5. The method for preparing ultra-high strength hybrid microstructure nickel coating by electrochemical deposition as described in claim 4, characterized in that, The mixed microstructure includes equiaxed ultrafine grains and columnar coarse grains.

6. The method for preparing ultra-high strength hybrid microstructure nickel coating by electrochemical deposition as described in claim 4 or 5, characterized in that, The current density for electrochemical deposition is 30–70 mA / cm². 2 .

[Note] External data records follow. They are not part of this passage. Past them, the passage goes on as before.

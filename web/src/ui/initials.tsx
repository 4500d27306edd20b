import styled from 'styled-components';

/** A person as a square with initials. Decoration: the name stands beside it. */
export function Initials({ name, size = 'medium' }: { name: string; size?: 'small' | 'medium' }) {
  return (
    <Square $size={size} aria-hidden>
      {initialsOf(name)}
    </Square>
  );
}

/** Initials and name in a row. */
export function Person({ name }: { name: string }) {
  return (
    <span className="row">
      <Initials name={name} size="small" />
      {name}
    </span>
  );
}

/** "Dr Ruben Adeyi" → "RA": titles are no part of a name. */
function initialsOf(name: string): string {
  const words = name.split(/\s+/u).filter((word) => word && !/^(Dr|Prof|Mr|Mrs|Ms)\.?$/iu.test(word));
  return [words[0], words.length > 1 ? words.at(-1) : undefined]
    .map((word) => [...(word ?? '')][0] ?? '')
    .join('')
    .toUpperCase();
}

const Square = styled.span<{ $size: 'small' | 'medium' }>`
  display: inline-grid;
  place-items: center;
  flex: none;
  width: ${({ $size }) => ($size === 'small' ? 22 : 28)}px;
  height: ${({ $size }) => ($size === 'small' ? 22 : 28)}px;
  border-radius: 2px;
  background: var(--mw-action-soft);
  color: var(--mw-ink);
  font-size: ${({ $size }) => ($size === 'small' ? 10 : 11)}px;
  font-weight: 700;
  letter-spacing: 0.02em;
`;
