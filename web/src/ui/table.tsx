import type { ReactNode } from 'react';
import styled from 'styled-components';
import { NarrowTable } from './narrow-table';
import { SortHeader } from './sort-header';
import { useNarrow } from './use-media';

export type SortDirection = 'asc' | 'desc';
export interface Sort {
  id: string;
  direction: SortDirection;
}

export interface Column<Row> {
  id: string;
  header: string;
  cell: (row: Row) => ReactNode;
  /** Numbers stand at the end, in tabular figures. */
  align?: 'start' | 'end';
  sortable?: boolean;
  /** The direction of the first press; numbers usually begin with the greatest. */
  firstDirection?: SortDirection;
  /** CSS width. */
  width?: string;
  /** The cell that names the row: at most one column. */
  rowHeader?: boolean;
  /** Place in the two-line row below 768 px: title and end on the first line, detail and tag on the second. */
  narrow?: 'title' | 'end' | 'detail' | 'tag' | 'none';
}

export interface TableProps<Row> {
  /** Says what the table holds; heard, and seen when `showCaption`. */
  caption: string;
  columns: readonly Column<Row>[];
  rows: readonly Row[];
  rowKey: (row: Row) => string;
  sort?: Sort;
  onSort?: (sort: Sort) => void;
  selectedKey?: string;
  /** Pressing anywhere on the row; the row also needs a link or button of its own for the keyboard. */
  onRowPress?: (row: Row) => void;
  /** Row height in px: 40, dense 36. */
  rowHeight?: number;
  /** Shown in place of rows. */
  empty?: ReactNode;
  /** Below the rows: pager, remarks. */
  footer?: ReactNode;
  /** Ink line on top and surface; off inside a `<Section>`, which has its own. */
  framed?: boolean;
}

/** A plain, accessible table; below 768 px the same rows as a list of two lines. */
export function Table<Row>(props: TableProps<Row>) {
  const narrow = useNarrow();
  const { framed = true, rows, empty, footer } = props;
  return (
    <Frame $framed={framed}>
      {narrow ? <NarrowTable {...props} /> : <WideTable {...props} />}
      {rows.length === 0 && empty}
      {footer && <Footer>{footer}</Footer>}
    </Frame>
  );
}

function WideTable<Row>({
  caption,
  columns,
  rows,
  rowKey,
  sort,
  onSort,
  selectedKey,
  onRowPress,
  rowHeight = 40,
}: TableProps<Row>) {
  return (
    <Scroll>
      <Grid style={{ '--row-height': `${rowHeight}px` }}>
        <caption className="visually-hidden">{caption}</caption>
        <thead>
          <tr>
            {columns.map((column) => (
              <SortHeader key={column.id} column={column} sort={sort} onSort={onSort} />
            ))}
          </tr>
        </thead>
        <tbody>
          {rows.map((row) => {
            const key = rowKey(row);
            const selected = key === selectedKey;
            return (
              <tr
                key={key}
                data-selected={selected || undefined}
                aria-current={selected || undefined}
                data-pressable={onRowPress ? true : undefined}
                onClick={onRowPress && ((event) => !pressedControl(event.target) && onRowPress(row))}
              >
                {columns.map((column) => (
                  <Cell key={column.id} column={column} row={row} />
                ))}
              </tr>
            );
          })}
        </tbody>
      </Grid>
    </Scroll>
  );
}

function Cell<Row>({ column, row }: { column: Column<Row>; row: Row }) {
  const content = column.cell(row);
  if (column.rowHeader) return <th scope="row">{content}</th>;
  return <td className={column.align === 'end' ? 'num' : undefined}>{content}</td>;
}

function pressedControl(target: EventTarget): boolean {
  return target instanceof Element && target.closest('a, button, input, select, label') !== null;
}

const Frame = styled.div<{ $framed: boolean }>`
  min-width: 0;
  background: var(--mw-surface);
  ${({ $framed }) => $framed && 'border: 1px solid var(--mw-line); border-top: 2px solid var(--mw-ink);'}
`;

const Scroll = styled.div`
  overflow-x: auto;
`;

const Grid = styled.table`
  width: 100%;
  border-collapse: collapse;
  th,
  td {
    padding: 0 8px;
    text-align: left;
    white-space: nowrap;
  }
  .num {
    text-align: right;
  }
  tbody th {
    font-weight: 600;
  }
  tbody th a {
    color: inherit;
    text-decoration: none;
  }
  tbody th a:hover {
    text-decoration: underline;
  }
  thead th {
    height: 34px;
    font-size: 12px;
    font-weight: 600;
    color: var(--mw-ink-2);
    border-bottom: 1px solid var(--mw-line-strong);
  }
  tbody th,
  td {
    height: var(--row-height);
    border-bottom: 1px solid var(--mw-line);
  }
  tr > :first-child {
    padding-left: 16px;
  }
  tr > :last-child {
    padding-right: 16px;
  }
  tbody tr[data-pressable] {
    cursor: pointer;
  }
  tbody tr:hover > * {
    background: var(--mw-sunken);
  }
  tbody tr[data-selected] > * {
    background: var(--mw-rod-soft);
  }
  tbody tr[data-selected] > :first-child {
    box-shadow: inset 4px 0 0 var(--mw-rod-edge);
  }
`;

const Footer = styled.div`
  display: flex;
  align-items: center;
  flex-wrap: wrap;
  gap: 8px 16px;
  min-height: 48px;
  padding: 8px 16px;
  font-size: 13px;
  color: var(--mw-ink-2);
`;
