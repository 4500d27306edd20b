import type { RefObject } from 'react';
import { ActionList, ActionMenu } from '@primer/react';
import type { MenuGroup, MenuProps } from './menu';

interface MenuOverlayProps extends Required<Pick<MenuProps, 'groups' | 'width' | 'side'>> {
  labelledBy: string;
  anchorRef: RefObject<HTMLButtonElement | null>;
  onClose: () => void;
}

/** The open part of a `<Menu>`. */
export function MenuOverlay({ groups, width, side, labelledBy, anchorRef, onClose }: MenuOverlayProps) {
  return (
    <ActionMenu open onOpenChange={(open) => !open && onClose()} anchorRef={anchorRef}>
      <ActionMenu.Overlay width={width} side={side} aria-labelledby={labelledBy}>
        <ActionList>
          {groups.map((group, index) => [
            index > 0 && <ActionList.Divider key={`${group.id}-line`} />,
            <Group key={group.id} {...group} />,
          ])}
        </ActionList>
      </ActionMenu.Overlay>
    </ActionMenu>
  );
}

function Group({ heading, items }: MenuGroup) {
  const choices = items.some(({ selected }) => selected !== undefined);
  return (
    <ActionList.Group selectionVariant={choices ? 'single' : false}>
      {heading && <ActionList.GroupHeading>{heading}</ActionList.GroupHeading>}
      {items.map((item) => (
        <ActionList.Item key={item.id} selected={item.selected} onSelect={item.onSelect}>
          {item.name}
          {item.detail && <ActionList.Description variant="block">{item.detail}</ActionList.Description>}
        </ActionList.Item>
      ))}
    </ActionList.Group>
  );
}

7. The method for preparing ultra-high strength hybrid microstructure nickel coating by electrochemical deposition as described in claim 4 or 5, characterized in that, The bath temperature for electrochemical deposition is 55–70°C.

8. The method for preparing ultra-high strength hybrid microstructure nickel coating by electrochemical deposition as described in claim 4 or 5, characterized in that, The stirring rate for electrochemical deposition is 800–1100 rpm.